Various algorithms can be used for text classification. You can build a classifier in scikit using the following code:
from sklearn.linear_model import LogisticRegression as LR
from sklearn.pipeline import Pipeline
Let's dissect the preceding code, line by line.
The initial two lines are simple imports. We import the fairly well-known Logistic Regression model and rename the import LR. The next is a pipeline import:
"Sequentially apply a list of transforms and a final estimator. Intermediate steps of the pipeline must be "transforms", that is, they must implement fit and transform methods. The final estimator only needs to implement fit."
Scikit-learn pipelines are, logistically, lists of operations that are applied, one after another. First, we applied the two operations we have already seen: CountVectorizer() and TfidfTransformer(). This was followed by LR(). The pipeline was created with Pipeline(...), but hasn't been executed. It is only executed when we call the fit() function from the Pipeline object:
text_lr_clf = Pipeline([('vect', CountVectorizer()), ('tfidf', TfidfTransformer()), ('clf',LR())])
text_lr_clf = text_lr_clf.fit(twenty_train.data, twenty_train.target)

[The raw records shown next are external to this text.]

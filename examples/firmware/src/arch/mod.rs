//! What differs between the cores: start-up (`entry`), output and exit (semihosting),
//! the panic handler, the instruction counter and `nop`. Everything else in the firmware
//! is shared.
//!
//! Each architecture module provides the same items:
//!
//! - `entry`: the attribute for the firmware's `main`;
//! - `hprintln!`: a line to the host's standard output over semihosting;
//! - `exit(ok)`: ends the run; QEMU exits with status 0 for `true`, 1 for `false`;
//! - `start_counter()`, `counter()`, `elapsed(start, end)`: the counter the firmware
//!   times with, and its unit (`COUNTER_UNIT`);
//! - `nop()`: one instruction, inlined, for the calibration.

#[cfg(target_arch = "arm")]
mod arm;
#[cfg(target_arch = "arm")]
pub use arm::*;

#[cfg(target_arch = "riscv32")]
mod riscv;
#[cfg(target_arch = "riscv32")]
pub use riscv::*;
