/// (a) Crate (f32) vs float64 integration of the same accepted levels, goal 1 m to 30 km.
#[test]
fn crate_integration_matches_a_float64_integration_within_1_m_to_30_km() {
    let all = analyses();
    let mut failures = Vec::new();
    println!("(a) worst abs(crate f32 - f64) per sounding, to 30 km (above 30 km):");
    for a in &all {
        let (below, above) = a.worst_a();
        println!("  {:42} {below:.4} m ({above:.4} m)", a.record.name);
        if below > GOAL_A_M {
            failures.push(format!("{}: {below:.3} m > {GOAL_A_M} m", a.context()));
        }
    }
    assert!(failures.is_empty(), "{}", failures.join("\n"));
}

/// (b) Crate integration vs the heights the weather service reported at the standard
/// levels, within the reported rounding plus the stated margin (module constants).
#[test]
fn integration_matches_reported_standard_level_heights() {
    let all = analyses();
    println!("{}", table(&all));
    let mut failures = Vec::new();
    for a in &all {
        if a.comparisons.len() < 3 {
            failures.push(format!(
                "{}: only {} standard levels",
                a.context(),
                a.comparisons.len()
            ));
        }
        for c in a.comparisons.iter().filter(|c| !c.passes()) {
            failures.push(format!(
                "{}: at {} hPa integrated {:.1} m', reported {} m', difference {:+.1} m > margin {:.1} m",
                a.context(),
                c.p_hpa,
                c.integrated_m,
                c.reported_m,
                c.difference(),
                c.margin_m
            ));
        }
    }
    assert!(failures.is_empty(), "{}", failures.join("\n"));
}

/// The record rules of the module documentation, on made-up levels (not data).
#[test]
fn record_rules_reject_what_they_say() {
    let level = |p_hpa, height_m, t_c, rh_pct| RawLevel {
        p_hpa,
        height_m,
        t_c,
        td_c: None,
        rh_pct,
    };
    let levels = [
        level(1010.0, None, Some(20.0), None), // no height: cannot start
        level(1005.0, Some(40.0), Some(20.0), Some(50.0)), // start
        level(1000.0, Some(80.0), None, None), // no temperature: skipped
        level(1000.0, Some(83.0), Some(19.8), Some(105.0)), // clamped to 100 %
        level(1000.0, Some(84.0), Some(19.8), None), // duplicate pressure
        level(990.0, Some(170.0), Some(19.2), Some(120.0)), // humidity dropped
        level(985.0, Some(160.0), Some(18.9), None), // height not above: ignored
        level(980.0, Some(250.0), Some(14.0), None), // 4.9 K in ~43 m: autoconvective
        level(975.0, Some(295.0), Some(17.0), None), // 1.9 K in ~86 m: superadiabatic
    ];
    let p = prepare(&levels);
    let used: Vec<f64> = p.inputs.iter().map(|x| x.p_hpa).collect();
    assert_eq!(used, [1005.0, 1000.0, 990.0, 985.0, 975.0]);
    let rejected: Vec<f64> = p.rejected.iter().map(|r| r.0).collect();
    assert_eq!(rejected, [1010.0, 1000.0, 985.0, 980.0], "{:?}", p.rejected);
    assert_eq!(p.no_temperature, 1);
    assert_eq!((p.humidity_clamped, p.humidity_dry), (1, 3));
    assert_eq!(p.inputs[1].rh_pct, Some(100.0));
    assert_eq!(p.inputs[3].reported_m, None);
    assert_eq!(p.superadiabatic, 1);
}

#[test]
fn the_balloons_one_sigma_covers_the_reported_heights() {
    // Goal (design notes): |error| <= 2 sigma in at least 90 % of samples and <= 3
    // sigma in at least 99 %. Each sounding's accepted levels are fed to a `Balloon`
    // (pressure, air temperature, humidity), launched at the start's reported height,
    // climbing at 5 m/s between the levels (the times from the float64 integration's
    // heights; a common ascent rate of radiosondes, common practice); its height is
    // compared with the reported height of every level that has one (geopotential
    // metres at standard gravity, read as geometric with the same gravity as the
    // balloon). The reported values are rounded (module constants: the level's height,
    // the start's height and pressure); what that rounding can put between the report
    // and the truth is the reference's, taken off the error before the comparison
    // (`rounding_m`, the margin of (b) without its column allowance).
    use isohypse::time::Instant;
    use isohypse::uses::{Balloon, BalloonSettings, Sample};
    let mut lines = String::new();
    let (mut n, mut in2, mut in3, mut raw3) = (0usize, 0usize, 0usize, 0usize);
    for a in analyses() {
        let inputs = &a.prepared.inputs;
        let gravity = Gravity::Standard;
        let geometric = |h: f64| {
            let h = Height::from_meters(h as f32).expect("height");
            f64::from(gravity.geometric(h).expect("geometric").meters())
        };
        let launch = geometric(inputs[0].reported_m.expect("the start has a height"));
        let settings = BalloonSettings {
            launch_altitude_m: Some(launch as f32),
            ..BalloonSettings::DEFAULT
        };
        let mut balloon = Balloon::<256>::new(&settings).expect("settings");
        let (mut k2, mut k3, mut count) = (0usize, 0usize, 0usize);
        for (input, h64) in inputs.iter().zip(&a.heights64) {
            let t_s = (h64 - a.heights64[0]) / 5.0;
            let mut sample = Sample::pressure(
                Instant::from_micros((t_s * 1e6).round() as u64),
                (input.p_hpa * 100.0) as f32,
            );
            sample.temperature_c = Some((input.t_k - ZERO_CELSIUS_K) as f32);
            sample.humidity_pct = input.rh_pct.map(|rh| rh as f32);
            let out = balloon.process(&sample);
            let Some(reported) = input.reported_m else {
                continue;
            };
            if out.flags.rejected() {
                continue;
            }
            let raw_err = (f64::from(out.altitude_m) - geometric(reported)).abs();
            let err = (raw_err - rounding_m(&inputs[0], input.p_hpa)).max(0.0);
            let sigma = f64::from(out.altitude_sigma_m);
            raw3 += usize::from(raw_err <= 3.0 * sigma);
            count += 1;
            k2 += usize::from(err <= 2.0 * sigma);
            k3 += usize::from(err <= 3.0 * sigma);
        }
        let _ = writeln!(
            lines,
            "{:40} {count:4} levels: within 2 sigma {:5.1} %, within 3 sigma {:5.1} %",
            a.record.name,
            100.0 * k2 as f64 / count.max(1) as f64,
            100.0 * k3 as f64 / count.max(1) as f64
        );
        n += count;
        in2 += k2;
        in3 += k3;
    }
    let (share2, share3) = (in2 as f64 / n as f64, in3 as f64 / n as f64);
    println!(
        "{lines}all {n} levels with a reported height: within 2 sigma {:.1} %, within 3 sigma {:.1} % \
         (with the reports' rounding left in the error: {:.1} % within 3 sigma)",
        share2 * 100.0,
        share3 * 100.0,
        100.0 * raw3 as f64 / n as f64
    );
    assert!(n > 200, "{n} levels");
    assert!(
        share2 >= 0.90 && share3 >= 0.99,
        "{share2} {share3}\n{lines}"
    );
}
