//! RISC-V (rv32imc): riscv-rt start-up, riscv-semihosting output and exit, a panic
//! handler that prints over semihosting and exits with failure, and the `mcycle` CSR as
//! the counter.
//!
//! QEMU's `virt` board has no cycle model: with `-icount shift=0` its `mcycle` CSR reads
//! the virtual clock in nanoseconds, which advances by exactly 1 ns per instruction, so
//! one count is one instruction (without `-icount` it reads the host's clock, and the
//! calibration fails). The firmware reads the low 32 bits; the longest timed loop is far
//! below 2^32 instructions.

pub use riscv_rt::entry;
pub use riscv_semihosting::hprintln;

use riscv_semihosting::debug;

/// What one count of [`counter`] is, for the firmware's output.
pub const COUNTER_UNIT: &str = "mcycle count";

/// Ends the run over semihosting: QEMU exits with status 0 (`ok`) or 1.
pub fn exit(ok: bool) -> ! {
    debug::exit(if ok {
        debug::EXIT_SUCCESS
    } else {
        debug::EXIT_FAILURE
    });
    #[allow(clippy::empty_loop)]
    loop {}
}

/// Prints the panic message over semihosting and exits with failure.
#[panic_handler]
fn panic(info: &core::panic::PanicInfo) -> ! {
    hprintln!("{}", info);
    exit(false)
}

/// `mcycle` counts from reset in machine mode; nothing to start.
pub fn start_counter() -> bool {
    true
}

/// The counter now (the low 32 bits of `mcycle`).
#[inline(always)]
pub fn counter() -> u32 {
    riscv::register::mcycle::read() as u32
}

/// Counts from `start` to `end` (`mcycle` counts up; its low half wraps at 32 bits).
#[inline(always)]
pub fn elapsed(start: u32, end: u32) -> u32 {
    end.wrapping_sub(start)
}

/// One `nop` instruction, inlined.
#[inline(always)]
pub fn nop() {
    riscv::asm::nop();
}
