//! Clock faults, one table for every use type: each fault on a climbing `Drone`,
//! `Balloon<64>` and `Walk` with their presets. A fault must cost at most the sample it
//! happens on: that sample and every later one is taken, the fault is flagged with its
//! cause, the estimate re-acquires near the truth, and the totals, the state and the
//! balloon's stored profile are kept.
//!
//! The truth is a steady climb in the U.S. Standard Atmosphere 1976 (the library's own
//! `atmosphere::US_1976`, itself checked against the standard's tables in
//! tests/atmosphere.rs); the scenarios are our own.

mod common;

use common::{air_c, pressure_at};
use isohypse::Error;
use isohypse::time::{Instant, WrappingTicks};
use isohypse::uses::{
    Balloon, BalloonSettings, Drone, DroneSettings, Flags, Output, Sample, Use, Walk, WalkSettings,
};
use std::fmt::Debug;

/// The use types of the table.
#[derive(Clone, Copy)]
enum Kind {
    Drone,
    Balloon,
    Walk,
}

/// A use: its type, its preset's longest gap, sample period, climb rate and how close
/// the estimate must be to the truth 5 s (drone) or 20 samples (balloon, walk) after a
/// fault.
struct Case {
    name: &'static str,
    kind: Kind,
    max_gap_s: f32,
    period_ms: u64,
    climb_mps: f64,
    settle_samples: u64,
    tolerance_m: f32,
}

fn cases() -> [Case; 3] {
    [
        Case {
            name: "drone",
            kind: Kind::Drone,
            max_gap_s: DroneSettings::DEFAULT.max_gap_s,
            period_ms: 20,
            climb_mps: 1.0,
            settle_samples: 250,
            tolerance_m: 0.5,
        },
        Case {
            name: "balloon",
            kind: Kind::Balloon,
            max_gap_s: BalloonSettings::DEFAULT.max_gap_s,
            period_ms: 1_000,
            climb_mps: 5.0,
            settle_samples: 20,
            tolerance_m: 3.0,
        },
        Case {
            name: "walk",
            kind: Kind::Walk,
            max_gap_s: WalkSettings::DEFAULT.max_gap_s,
            period_ms: 1_000,
            climb_mps: 0.3,
            settle_samples: 20,
            tolerance_m: 3.0,
        },
    ]
}

/// What the clock does to the sample times, by sample index `k` (the device's own
/// clock; the truth moves on regardless).
#[derive(Clone, Copy, Debug)]
enum Fault {
    /// The clock steps back to 0 after a restart (brown-out with the state kept).
    Restart,
    /// A `u32` millisecond counter fed raw, starting 10 s before its wrap.
    CounterWrap,
    /// One stamp 4 294 967.296 s ahead (a glitched upper word), then normal stamps.
    FutureGlitch,
    /// The clock stops for one sample (a repeated stamp).
    Repeat,
    /// The device sleeps for longer than the use's longest gap.
    LongSleep,
}

const FAULT_AT: u64 = 600;
const SAMPLES: u64 = 1_000;

/// Device time of sample `k` for the fault, ms.
fn device_ms(fault: Fault, u: &Case, k: u64) -> u64 {
    let normal = 1_000_000 + k * u.period_ms;
    match fault {
        Fault::Restart if k >= FAULT_AT => (k - FAULT_AT) * u.period_ms,
        Fault::CounterWrap => {
            // the counter reads 0 at the fault sample
            let start = (1u64 << 32) - FAULT_AT * u.period_ms;
            (start + k * u.period_ms) & u64::from(u32::MAX)
        }
        Fault::FutureGlitch if k == FAULT_AT => normal + 4_294_967_296,
        Fault::Repeat if k == FAULT_AT => 1_000_000 + (k - 1) * u.period_ms,
        Fault::LongSleep if k >= FAULT_AT => normal + (u.max_gap_s as u64 + 60) * 1_000,
        _ => normal,
    }
}

struct Run<S> {
    outputs: Vec<Output<S>>,
    truth: Vec<f64>,
}

fn run<U: Use>(p: &mut U, u: &Case, fault: Fault) -> Run<U::State> {
    let (mut outputs, mut truth) = (Vec::new(), Vec::new());
    for k in 0..SAMPLES {
        // on the ground for 200 samples, then climbing
        let climb_s = (k.saturating_sub(200) * u.period_ms) as f64 / 1_000.0;
        let z = 300.0 + u.climb_mps * climb_s;
        let t = Instant::from_millis(device_ms(fault, u, k));
        let mut s = Sample::pressure(t, pressure_at(z));
        s.temperature_c = Some(air_c(z));
        outputs.push(p.process(&s));
        truth.push(z);
    }
    Run { outputs, truth }
}

/// Runs the fault on a fresh use of the case's type with its preset, and checks it.
fn run_and_check(u: &Case, fault: Fault) -> Result<String, String> {
    match u.kind {
        Kind::Drone => {
            let mut drone = Drone::new(&DroneSettings::DEFAULT).unwrap();
            check(u, fault, &run(&mut drone, u, fault))
        }
        Kind::Balloon => {
            let mut balloon = Balloon::<64>::new(&BalloonSettings::DEFAULT).unwrap();
            check(u, fault, &run(&mut balloon, u, fault))
        }
        Kind::Walk => {
            let mut walk = Walk::new(&WalkSettings::DEFAULT).unwrap();
            check(u, fault, &run(&mut walk, u, fault))
        }
    }
}

/// The checks every fault must pass for every use; `Err` names what failed.
fn check<S: PartialEq + Debug>(u: &Case, fault: Fault, r: &Run<S>) -> Result<String, String> {
    let at = FAULT_AT as usize;
    let before = &r.outputs[at - 1];
    let fault_out = &r.outputs[at];
    // 1. the cause is flagged on the fault sample
    let want = match fault {
        Fault::Repeat => Flags::REJECTED_TIME,
        _ => Flags::CLOCK_FAULT,
    };
    if !fault_out.flags.contains(want) {
        return Err(format!("fault sample flags {:?}", fault_out.flags));
    }
    // 2. every later sample is taken; the glitch costs one more fault flag at most
    let later = &r.outputs[at + 1..];
    if let Some((i, o)) = later.iter().enumerate().find(|(_, o)| !o.accepted()) {
        return Err(format!(
            "sample {} after the fault refused: {:?}",
            i + 1,
            o.flags
        ));
    }
    let faults = later
        .iter()
        .filter(|o| o.flags.contains(Flags::CLOCK_FAULT))
        .count();
    let allowed = usize::from(matches!(fault, Fault::FutureGlitch));
    if faults > allowed {
        return Err(format!("{faults} later samples flagged clock_fault"));
    }
    // 3. the totals and the state are kept across the fault
    if fault_out.ascent_m + 0.01 < before.ascent_m {
        return Err(format!(
            "ascent fell from {} to {} m",
            before.ascent_m, fault_out.ascent_m
        ));
    }
    if fault_out.state != before.state {
        return Err(format!("state {:?} -> {:?}", before.state, fault_out.state));
    }
    // 4. the estimate follows the truth once settled: its change since the last
    //    sample before the fault (the drone reports height above its take-off point)
    let settled = at + u.settle_samples as usize;
    let error = (r.outputs[settled].altitude_m - before.altitude_m)
        - (r.truth[settled] - r.truth[at - 1]) as f32;
    if error.abs() > u.tolerance_m {
        return Err(format!(
            "error {error:.2} m {} samples after",
            u.settle_samples
        ));
    }
    Ok(format!(
        "flags {:?}, error after settling {error:+.2} m, ascent {:.1} m",
        fault_out.flags.names().collect::<Vec<_>>(),
        r.outputs[SAMPLES as usize - 1].ascent_m
    ))
}

#[test]
fn every_clock_fault_costs_at_most_one_sample_for_every_use() {
    let faults = [
        Fault::Restart,
        Fault::CounterWrap,
        Fault::FutureGlitch,
        Fault::Repeat,
        Fault::LongSleep,
    ];
    let mut failures = Vec::new();
    println!("| use | fault | result |\n| --- | --- | --- |");
    for u in cases() {
        for fault in faults {
            match run_and_check(&u, fault) {
                Ok(line) => println!("| {} | {fault:?} | ok: {line} |", u.name),
                Err(e) => {
                    println!("| {} | {fault:?} | FAILED: {e} |", u.name);
                    failures.push(format!("{} / {fault:?}: {e}", u.name));
                }
            }
        }
    }
    assert!(failures.is_empty(), "{failures:#?}");
}

#[test]
fn balloon_profile_kept_across_a_restart() {
    let u = &cases()[1];
    let mut p = Balloon::<64>::new(&BalloonSettings::DEFAULT).unwrap();
    let mut levels_before = 0;
    for k in 0..SAMPLES {
        let z = 300.0 + 5.0 * k as f64;
        let t = Instant::from_millis(device_ms(Fault::Restart, u, k));
        let mut s = Sample::pressure(t, pressure_at(z));
        s.temperature_c = Some(15.0 - 0.0065 * (z as f32 - 300.0));
        let out = p.process(&s);
        assert!(out.accepted(), "{k}: {:?}", out.flags);
        let levels = p.sounding().map_or(0, |s| s.profile().len());
        if k == FAULT_AT - 1 {
            levels_before = levels;
        }
        if k >= FAULT_AT {
            assert!(levels >= levels_before, "profile lost levels at {k}");
        }
    }
    assert!(levels_before > 2);
}

#[test]
fn a_glitched_accelerometer_stamp_is_refused_and_changes_nothing() {
    let mut p = Drone::new(&DroneSettings::DEFAULT).unwrap();
    for k in 0..100u64 {
        assert!(
            p.process(&Sample::pressure(Instant::from_millis(k * 20), 97_000.0))
                .accepted()
        );
    }
    let before = p.clone();
    let glitch = Instant::from_secs(1_000_000_000);
    assert_eq!(p.accelerometer(glitch, 0.0), Err(Error::TimeJump));
    assert_eq!(p, before);
    let next = p.process(&Sample::pressure(Instant::from_millis(2_000), 97_000.0));
    assert!(next.accepted() && !next.flags.contains(Flags::CLOCK_FAULT));
}

#[test]
fn an_accelerometer_stamp_ahead_of_the_next_barometer_sample_restarts_the_filter() {
    let mut p = Drone::new(&DroneSettings::DEFAULT).unwrap();
    for k in 0..100u64 {
        p.process(&Sample::pressure(Instant::from_millis(k * 20), 97_000.0));
    }
    // an accelerometer stamp 5 s ahead (within the longest gap), then the barometer
    // goes on at its own time: the filter starts again from the barometer sample
    p.accelerometer(Instant::from_millis(7_000), 0.0).unwrap();
    let out = p.process(&Sample::pressure(Instant::from_millis(2_000), 97_000.0));
    assert!(
        out.accepted() && out.flags.contains(Flags::REACQUIRED),
        "{out:?}"
    );
    let out = p.process(&Sample::pressure(Instant::from_millis(2_020), 97_000.0));
    assert!(out.accepted(), "{out:?}");
}

#[test]
fn a_known_restart_resumes_without_a_fault() {
    let mut p = Walk::new(&WalkSettings::DEFAULT).unwrap();
    for k in 0..100u64 {
        p.process(&Sample::pressure(Instant::from_secs(5_000 + k), 90_000.0));
    }
    let ascent = p.last_output().ascent_m;
    p.restart_clock();
    let out = p.process(&Sample::pressure(Instant::ZERO, 90_000.0));
    assert!(
        out.accepted() && !out.flags.contains(Flags::CLOCK_FAULT),
        "{out:?}"
    );
    assert_eq!(out.ascent_m, ascent);
}

#[test]
fn a_wrapping_counter_through_wrapping_ticks_never_faults() {
    let mut clock = WrappingTicks::<1_000>::new();
    let mut p = Drone::new(&DroneSettings::DEFAULT).unwrap();
    let mut raw = u32::MAX - 5_000;
    for _ in 0..1_000 {
        let out = p.process(&Sample::pressure(clock.instant(raw), 97_000.0));
        assert!(out.accepted() && !out.flags.contains(Flags::CLOCK_FAULT));
        raw = raw.wrapping_add(20);
    }
}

When this is called, it calls the transform function of all but the last object. For the last object – our Logistic Regression classifier – its fit() function is called. These transforms and classifiers are also referred to as estimators:
"All estimators in a pipeline, except the last one, must be transformers (that is, they must have a transform method). The last estimator may be any type (transformer, classifier, and so on)."
Let's calculate the accuracy of this model on the test data. For calculating the means on a large number of values, we will be using a scientific library called numpy:
import numpy as np
lr_predicted = text_lr_clf.predict(twenty_test.data)

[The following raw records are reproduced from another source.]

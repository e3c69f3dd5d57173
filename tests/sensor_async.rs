//! The async sensor driver (feature `embedded-hal-async`): good reads go through the
//! use type, a failed read is counted and leaves it as it was, reading recovers.
#![cfg(feature = "embedded-hal-async")]

mod common;
#[allow(unused_imports)]
use common::{at, secs};
use core::future::Future;
use core::pin::pin;
use core::task::{Context, Poll, Waker};

use isohypse::sensor::{DriverError, Reading};
use isohypse::sensor_async::{AsyncBarometricSensor, AsyncSensorDriver};
use isohypse::uses::{Walk, WalkSettings};

/// Runs a future that never waits on anything external to completion.
fn block_on<F: Future>(f: F) -> F::Output {
    let mut f = pin!(f);
    let mut cx = Context::from_waker(Waker::noop());
    loop {
        if let Poll::Ready(v) = f.as_mut().poll(&mut cx) {
            return v;
        }
    }
}

/// An invented test sensor: a script of readings and failures.
struct Scripted {
    script: Vec<Result<Reading, &'static str>>,
    next: usize,
}

impl AsyncBarometricSensor for Scripted {
    type Error = &'static str;
    async fn read(&mut self) -> Result<Reading, Self::Error> {
        let r = self.script[self.next % self.script.len()];
        self.next += 1;
        r
    }
}

/// Counts the requested delay instead of waiting.
struct CountingDelay(u64);

impl embedded_hal_async::delay::DelayNs for CountingDelay {
    async fn delay_ns(&mut self, ns: u32) {
        self.0 += u64::from(ns);
    }
}

fn reading(p: f32) -> Result<Reading, &'static str> {
    Ok(Reading {
        pressure_pa: p,
        sensor_temperature_c: None,
        air_temperature_c: Some(10.0),
        humidity_pct: None,
    })
}

#[test]
fn good_reads_bus_error_and_recovery() {
    let script = vec![
        reading(95_000.0),
        reading(95_001.0),
        Err("bus"),
        reading(95_002.0),
    ];
    let walk = Walk::new(&WalkSettings::DEFAULT).unwrap();
    let mut driver = AsyncSensorDriver::new(Scripted { script, next: 0 }, CountingDelay(0), walk);
    // two good reads
    for t in [0.0, 1.0] {
        let out = block_on(driver.step(at(t))).unwrap();
        assert!(out.accepted());
    }
    // a failed read: typed error, counted, walk unchanged
    let before = driver.device().clone();
    let err = block_on(driver.step(at(2.0))).unwrap_err();
    assert!(matches!(err, DriverError::Sensor("bus")));
    assert_eq!(driver.read_errors(), 1);
    assert_eq!(driver.device(), &before);
    // recovery
    let out = block_on(driver.step(at(3.0))).unwrap();
    assert!(out.accepted());
}

#[test]
fn run_for_paces_with_the_delay() {
    let script = vec![reading(95_000.0), Err("bus"), reading(94_999.0)];
    let walk = Walk::new(&WalkSettings::DEFAULT).unwrap();
    let mut driver = AsyncSensorDriver::new(Scripted { script, next: 0 }, CountingDelay(0), walk);
    let mut times = Vec::new();
    let mut ms = 0u64;
    let mut clock = || {
        ms += 500;
        isohypse::time::Instant::from_millis(ms - 500)
    };
    let summary = block_on(driver.run_for(9, 500, &mut clock, |t, _| times.push(t.as_millis())));
    assert_eq!(summary.accepted, 6);
    assert_eq!(summary.read_errors, 3);
    assert_eq!(
        times,
        [0, 500, 1_000, 1_500, 2_000, 2_500, 3_000, 3_500, 4_000]
    );
    let (_, delay, _) = driver.release();
    assert_eq!(delay.0, 9 * 500 * 1_000_000);
}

lr_clf_accuracy = np.mean(lr_predicted == twenty_test.target) * 100.
print(f'Test Accuracy is {lr_clf_accuracy}')
This prints out the following output:
Test Accuracy is 82.79341476367499
We used the LR default parameters here. We can later optimize these using GridSearch or RandomSearch to improve the accuracy even more.
If you're going to remember only one thing from this section, remember to try a linear model such as logistic regression. They are often quite good for sparse high-dimensional data such as text, bag-of-words, or TF-IDF.
In addition to accuracy, it is useful to understand which categories of text are being confused for which other categories. We will call this a confusion matrix.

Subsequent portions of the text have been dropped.